### ABOUT THIS EXERCISE
Report every line of the entries that contains the word "keys".

### RECORDED DATA
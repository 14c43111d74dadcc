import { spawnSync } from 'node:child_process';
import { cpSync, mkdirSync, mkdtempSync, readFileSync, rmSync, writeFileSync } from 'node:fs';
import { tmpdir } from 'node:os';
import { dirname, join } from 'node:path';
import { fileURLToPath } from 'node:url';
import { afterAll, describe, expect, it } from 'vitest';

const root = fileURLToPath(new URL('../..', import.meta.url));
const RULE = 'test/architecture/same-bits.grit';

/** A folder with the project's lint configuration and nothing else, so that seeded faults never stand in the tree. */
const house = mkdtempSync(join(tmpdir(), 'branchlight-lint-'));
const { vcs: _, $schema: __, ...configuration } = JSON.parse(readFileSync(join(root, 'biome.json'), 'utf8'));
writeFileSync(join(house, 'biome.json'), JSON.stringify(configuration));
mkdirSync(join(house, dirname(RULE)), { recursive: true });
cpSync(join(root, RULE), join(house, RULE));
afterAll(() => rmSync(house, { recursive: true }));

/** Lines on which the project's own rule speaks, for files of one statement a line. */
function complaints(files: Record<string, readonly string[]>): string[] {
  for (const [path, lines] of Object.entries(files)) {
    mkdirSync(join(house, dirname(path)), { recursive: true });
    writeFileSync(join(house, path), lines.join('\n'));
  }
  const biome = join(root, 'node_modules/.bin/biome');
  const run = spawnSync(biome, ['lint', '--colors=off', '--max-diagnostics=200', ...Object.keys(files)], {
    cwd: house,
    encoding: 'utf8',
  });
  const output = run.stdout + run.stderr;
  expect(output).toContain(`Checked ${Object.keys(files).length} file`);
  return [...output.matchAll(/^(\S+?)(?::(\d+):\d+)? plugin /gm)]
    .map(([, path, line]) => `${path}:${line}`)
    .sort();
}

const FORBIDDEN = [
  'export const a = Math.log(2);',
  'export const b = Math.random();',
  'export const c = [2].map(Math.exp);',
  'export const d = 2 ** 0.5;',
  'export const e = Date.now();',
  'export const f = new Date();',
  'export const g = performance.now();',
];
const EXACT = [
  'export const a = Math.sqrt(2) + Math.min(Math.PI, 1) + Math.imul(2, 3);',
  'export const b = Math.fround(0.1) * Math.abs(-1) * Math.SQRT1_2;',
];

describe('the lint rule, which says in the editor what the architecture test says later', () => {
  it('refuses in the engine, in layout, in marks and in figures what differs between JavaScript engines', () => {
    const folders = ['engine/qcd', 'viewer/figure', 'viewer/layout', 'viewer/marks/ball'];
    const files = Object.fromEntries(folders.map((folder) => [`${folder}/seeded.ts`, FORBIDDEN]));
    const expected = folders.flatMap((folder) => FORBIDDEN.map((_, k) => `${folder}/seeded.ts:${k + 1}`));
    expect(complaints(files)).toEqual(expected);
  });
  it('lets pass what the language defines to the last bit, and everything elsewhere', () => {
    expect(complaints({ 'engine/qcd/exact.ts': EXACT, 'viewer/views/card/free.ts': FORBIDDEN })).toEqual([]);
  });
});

### REPLY TO THE TASK
  const run = spawnSync(biome, ['lint', '--colors=off', '--max-diagnostics=200', ...Object.keys(files)], {
  expect(output).toContain(`Checked ${Object.keys(files).length} file`);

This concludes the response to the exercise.